Zydus Cadila has upgraded its facility to produce 6 lakh vials of lyophilized 100 mg remdesivir injection at its Gujarat-based Vadodara and Ahmedabad facilities following the Gujarat Food and Drug Control Administration (FDCA) and Drugs Controller General of India (DCGI) regulatory approvals. The company is further planning to expand the capacity up to 9 lakh vials based on the growing demand.
“There is scope of producing 9 lakh vials from Zydus Cadila facilities based on the demand. Zydus is currently marketing lyophilized 100 mg remdesivir injection for Rs. 2,800, which is the cheapest version of remdesivir drug available today. The company is giving the medicine at government rate contract of Rs 2,100 which is the cheapest remdesivir version available in the market today,” according to Gujarat FDCA Commissioner Dr H G Koshia.

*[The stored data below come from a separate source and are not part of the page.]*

# circuit, frequency, sources, what, (plus, minus) or part, printed magnitude and weight of its last digit, degrees and theirs
PRINTED = [
    # T. R. Kuphaldt, Lessons in Electric Circuits, vol. II, ch. 5, series R, L and C
    (KUPHALDT_RLC, HZ60, None, "R", (77.734e-3, 1e-6), (80.680, 1e-3)),
    (KUPHALDT_RLC, HZ60, None, ("a", "b"), (19.434, 1e-3), (80.680, 1e-3)),
    (KUPHALDT_RLC, HZ60, None, ("b", "c"), (19.048, 1e-3), (170.68, 1e-2)),
    (KUPHALDT_RLC, HZ60, None, ("c", "g"), (137.46, 1e-2), (-9.3199, 1e-4)),
    # the same, series-parallel R, L and C
    (KUPHALDT_LADDER, HZ60, None, "C1", (146.64e-3, 1e-5), (58.371, 1e-3)),
    (KUPHALDT_LADDER, HZ60, None, ("a", "b"), (82.760, 1e-3), (-31.629, 1e-3)),
    (KUPHALDT_LADDER, HZ60, None, ("b", "g"), (65.857, 1e-3), (41.225, 1e-3)),
    (KUPHALDT_LADDER, HZ60, None, "R", (140.12e-3, 1e-5), (41.225, 1e-3)),
    (KUPHALDT_LADDER, HZ60, None, "L", (43.232e-3, 1e-6), (131.22, 1e-2)),
    (KUPHALDT_LADDER, HZ60, None, ("b", "c"), (10.594, 1e-3), (221.22, 1e-2)),
    (KUPHALDT_LADDER, HZ60, None, ("c", "g"), (76.451, 1e-3), (41.225, 1e-3)),
    # the same, ch. 3, parallel R and L; the source's current is printed out of its positive end
    (KUPHALDT_PARALLEL, HZ60, None, "L", (2.6526, 1e-4), (-90, 1)),
    (KUPHALDT_PARALLEL, HZ60, None, "-VS", (3.3221, 1e-4), (-52.984, 1e-3)),
    # the same, ch. 7, circuit effects: the source of 90 Hz alone
    (KUPHALDT_TWO_TONES, Fraction(90), None, ("a", "b"), (3.8971, 1e-4), (38.793, 1e-3)),
    (KUPHALDT_TWO_TONES, Fraction(90), None, ("b", "g"), (3.1325, 1e-4), (-51.207, 1e-3)),
    (KUPHALDT_TWO_TONES, Fraction(90), None, "R", (1.7714e-3, 1e-7), (38.793, 1e-3)),
    # Khalid Khan Yousafzai, Circuit Analysis, steady-state AC, ladder example
    (YOUSAFZAI_LADDER, UNSTATED, None, "ZL", (2.395, 1e-3), (-33.163, 1e-3)),
    (YOUSAFZAI_LADDER, UNSTATED, None, ("a", "g"), (10.8987, 1e-4), (-67.224, 1e-3)),
    (YOUSAFZAI_LADDER, UNSTATED, None, "R6", (1.816, 1e-3), (-67.224, 1e-3)),
    (YOUSAFZAI_LADDER, UNSTATED, None, "R1", (1.352, 1e-3), (15.65, 1e-2)),
    # the same, mesh and superposition examples on one circuit
    (YOUSAFZAI_MESH, UNSTATED, ["IS"], "R2", (2.076, 1e-3), (-78.37, 1e-2)),
    (YOUSAFZAI_MESH, UNSTATED, ["VS"], "R2", (6.23, 1e-2), (91.63, 1e-2)),
    (YOUSAFZAI_MESH, UNSTATED, None, "R2", (4.1993, 1e-4), (86.71, 1e-2)),
    (YOUSAFZAI_MESH, UNSTATED, ["IS"], ("t", "g"), (13.13, 1e-2), (-6.8, 1e-1)),
    (YOUSAFZAI_MESH, UNSTATED, ["VS"], "-VS", (8.356, 1e-3), (-61.8, 1e-1)),
    # the same, superposition at two frequencies: the source of 50 rad/s alone
    (YOUSAFZAI_TWO_TONES, omega(50), None, "-R", (8.944, 1e-3), (86.565, 1e-3)),
    # S. J. Ling, J. Sanny, W. Moebs, OpenStax University Physics, vol. 2, 15.3: amplitude; the angle printed 0.607 rad
    (OPENSTAX_RLC, Fraction(200), None, "R", (2.05e-2, 1e-4), (-math.degrees(0.607), math.degrees(1e-3))),
]  # fmt: skip


@pytest.mark.parametrize(("made", "hertz", "sources", "what", "magnitude", "angle"), PRINTED)
def test_printed_phasors(made, hertz, sources, what, magnitude, angle):
    solution = solve(made, hertz)
    assert solution.gap < 1e-12 and solution.residual < 1e-12 and solution.balance < 1e-12 and solution.exact
    at = state(solution, sources)
    if isinstance(what, str):
        found = at.currents[what.lstrip("-")] * (-1 if what.startswith("-") else 1)
    else:
        found = at.potentials[what[0]] - at.potentials[what[1]]
    assert abs(found) == pytest.approx(magnitude[0], abs=0.501 * magnitude[1])
    turned = math.degrees(cmath.phase(found / polar(1, angle[0])))
    assert abs(turned) <= 0.501 * angle[1]


def test_power_factor_correction():
    """Kuphaldt, vol. II, ch. 11, true, reactive and apparent power: 60 Ω and 160 mH on 120 V, 60 Hz, then 22 µF beside them."""
    load = [ac("V", "VS", "a", "g", 120, 60), part("L", "L", "a", "b", "0.16"), part("R", "R", "b", "g", 60)]

    def taken(made):
        at = total(solve(made, HZ60))
        return at.potentials["a"] * -at.currents["VS"].conjugate()

    bare = taken(circuit(*load, reference="g"))
    assert (bare.real, bare.imag, abs(bare)) == pytest.approx((119.365, 119.998, 169.256), abs=0.00051)
    mended = taken(circuit(*load, part("C", "C", "a", "g", "22e-6"), reference="g"))
    assert mended.real == pytest.approx(119.365, abs=0.00051) and abs(mended) == pytest.approx(119.366, abs=0.00051)
    assert mended.real / abs(mended) == pytest.approx(0.9999887, abs=5.1e-8)


def test_delta_of_sources_on_a_delta_of_loads():
    """Kuphaldt, vol. II, ch. 10, three-phase Y and Δ: 120 V, three loads of 10 kW; phase 83.33 A, line 144.34 A.

    The third source of the delta is what the other two leave; with it the circuit is a loop of sources.
    """
    parts = [
        ac("V", "Vab", "a", "b", 120, UNSTATED), ac("V", "Vbc", "b", "c", polar(120, 120), UNSTATED),
        part("R", "Rab", "a", "b", "1.44"), part("R", "Rbc", "b", "c", "1.44"), part("R", "Rca", "c", "a", "1.44"),
    ]  # fmt: skip
    at = total(solve(circuit(*parts, reference="c"), UNSTATED)).currents
    assert [abs(at[n]) for n in ("Rab", "Rbc", "Rca")] == pytest.approx([83.33] * 3, abs=0.0051)
    assert abs(at["Rab"] - at["Rca"]) == pytest.approx(144.34, abs=0.0051)
    with pytest.raises(Unsolvable, match="the voltages around it agree, but the currents in it are not determined"):
        solve(circuit(*parts, ac("V", "Vca", "c", "a", polar(120, 240), UNSTATED), reference="c"), UNSTATED)


YOUSAFZAI_TWO_PORT = [
    ac("I", "IS", "g", "t", 5, UNSTATED), ac("Z", "Zc", "t", "b", -2j), part("R", "R2", "b", "g", 2),
    ac("V", "VS", "t", "c", 10, UNSTATED), part("R", "Ra", "g", "d", 2), ac("Z", "Zl", "d", "c", 3j),
]  # fmt: skip


def test_two_terminal_equivalents():
    """Yousafzai, steady-state AC, Thevenin and Norton examples: open voltage, impedance seen, short current, load current.

    The Norton current is printed 3.535 A for 5/√2 = 3.53553: a unit of the last digit is granted.
    """

    def solve_one(*parts):
        return total(solve(circuit(*YOUSAFZAI_TWO_PORT, *parts, reference="g"), UNSTATED))

    v = solve_one().potentials["c"]
    assert abs(v) == pytest.approx(8.745, abs=0.00051) and math.degrees(cmath.phase(v)) == pytest.approx(
        -47.73, abs=0.0051
    )
    tested = solve(circuit(*YOUSAFZAI_TWO_PORT, ac("I", "test", "g", "c", 1, UNSTATED), reference="g"), UNSTATED)
    assert tested.parts["test"].potentials["c"] == pytest.approx(2.471 - 0.118j, abs=0.00071)
    i = solve_one(part("S", "laid", "c", "g")).currents["laid"]
    assert abs(i) == pytest.approx(3.535, abs=0.001) and math.degrees(cmath.phase(i)) == pytest.approx(-45, abs=0.5)
    i = solve_one(ac("Z", "Zload", "c", "g", -1j)).currents["Zload"]
    assert abs(i) == pytest.approx(3.22, abs=0.0051) and math.degrees(cmath.phase(i)) == pytest.approx(
        -23.39, abs=0.0051
    )


def test_a_controlled_source_among_phasors():
    """Yousafzai, steady-state AC, last nodal example; its equations take the controlled source as a current (see the figures)."""
    solution = solve(circuit(
        part("F", "F", "g", "v1", 2, "Zx"), ac("Z", "Z4", "v1", "v2", 4j), ac("Z", "Z6", "v2", "v3", -6j),
        ac("I", "IS", "v3", "g", 2, UNSTATED), ac("Z", "Z2", "v1", "v4", -2j), part("R", "R4", "v4", "v3", 4),
        ac("V", "VS", "v4", "v2", 10, UNSTATED), ac("Z", "Zx", "v4", "g", 1j), reference="g",
    ), UNSTATED)  # fmt: skip
    for at in (solution.nodal, total(solution)):
        assert at.potentials["v2"] == pytest.approx(-10 + 2j)
        assert at.potentials["v3"] == pytest.approx(-112 / 13 + 14j / 13)
        assert at.potentials["v4"] == pytest.approx(2j)


# --- witnesses ------------------------------------------------------------------------------------------------------


def tableau(made, hertz, number):
    """All node potentials and all currents as unknowns, by an arrangement of the test's own; ``number`` carries the values."""
    w = 2 * mpmath.pi * mpmath.mpf(hertz.numerator) / hertz.denominator
    nodes, names = list(made.nodes()), [e.name for e in made.elements]
    count = len(nodes)
    rows, right = [{} for _ in range(count + len(names))], [number(0)] * (count + len(names))
    for k, e in enumerate(made.elements):
        own, plus, minus = count + k, nodes.index(e.plus), nodes.index(e.minus)
        for at, sign in ((plus, 1), (minus, -1)):
            rows[at][own] = rows[at].get(own, 0) + sign
        acting = (e.frequency or 0) == hertz
        value = None if e.value is None else mpmath.mpf(e.value.numerator) / e.value.denominator
        voltage, current = {
            "resistor": lambda v=value: (1, -v), "inductor": lambda v=value: (1, -1j * w * v),
            "capacitor": lambda v=value: (1j * w * v, -1), "short": lambda: (1, 0), "open": lambda: (0, 1),
            "voltage source": lambda: (1, 0), "controlled voltage source": lambda: (1, 0),
            "current source": lambda: (0, 1), "controlled current source": lambda: (0, 1),
            "impedance": lambda e=e: (1, -mpmath.mpc(e.phasor)),
        }[e.kind]()  # fmt: skip
        terms = [(plus, voltage), (minus, -voltage), (own, current)]
        if e.control is not None:
            c = e.control
            terms += (
                [(count + names.index(c.part), -value)]
                if c.part
                else [(nodes.index(c.plus), -value), (nodes.index(c.minus), value)]
            )
        elif e.kind.endswith("source") and acting:
            right[own] = number(value if e.phasor is None else mpmath.mpc(e.phasor))
        for at, x in terms:
            rows[own][at] = rows[own].get(at, 0) + number(x)
    rows[nodes.index(made.reference)] = {nodes.index(made.reference): number(1)}
    return nodes, rows, right


@settings(max_examples=40, deadline=None)
@given(ac_circuits())
def test_potentials_are_those_of_a_sparse_complex_solver(made):
    hertz = frequencies(made)[-1]
    nodes, rows, right = tableau(made, hertz, complex)
    i, j, x = zip(*[(i, j, x) for i, row in enumerate(rows) for j, x in row.items()], strict=True)
    matrix = coo_matrix((x, (i, j)), dtype=complex).tocsc()
    slack = 1e-15 * np.linalg.cond(matrix.toarray())
    solution = solve(made, hertz)
    for node, v in zip(nodes, spsolve(matrix, np.array(right)), strict=False):
        assert abs(total(solution).potentials[node] - v) <= max(1e-9, slack) * (solution.volts or abs(v) or 1)


@settings(max_examples=10, deadline=None)
@given(ac_circuits("RVILCZ", most_nodes=5, most_extra=4))
def test_phasors_against_fifty_digits(made):
    """Both routes, against Gaussian elimination in mpmath where 2πf is worked to fifty digits as well."""
    hertz = frequencies(made)[-1]
    solution = solve(made, hertz)
    with mpmath.workdps(50):
        nodes, rows, right = tableau(made, hertz, mpmath.mpc)
        matrix = mpmath.matrix(len(rows))
        for i, row in enumerate(rows):
            for j, x in row.items():
                matrix[i, j] = x
        solved = mpmath.lu_solve(matrix, mpmath.matrix(right))
        for k, node in enumerate(nodes):
            for at in (solution.nodal, total(solution)):
                assert abs(mpmath.mpc(at.potentials[node]) - solved[k]) <= 1e-9 * solution.volts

Cipla and Hetero remdesivir priced it at Rs. 5,400 and Rs. 4,800 respectively for 100 mg. A patient generally requires a dosage of 6 injections for 5 days with 200 mg on the first day and remaining 100 mg daily each for five days. Zydus Cadila has been granted licenses for both domestic manufacturing and for exports in the wake of growing demand of remdesivir lyophilized 100 mg injection. Lyophilized injection is considered as an alternative to oral solid dosage forms for better patient compliance especially in hospitalized patients. Lyophilized injections are also prescribed to attain maximum bioavailability and stability in patients suffering from a number of diseases.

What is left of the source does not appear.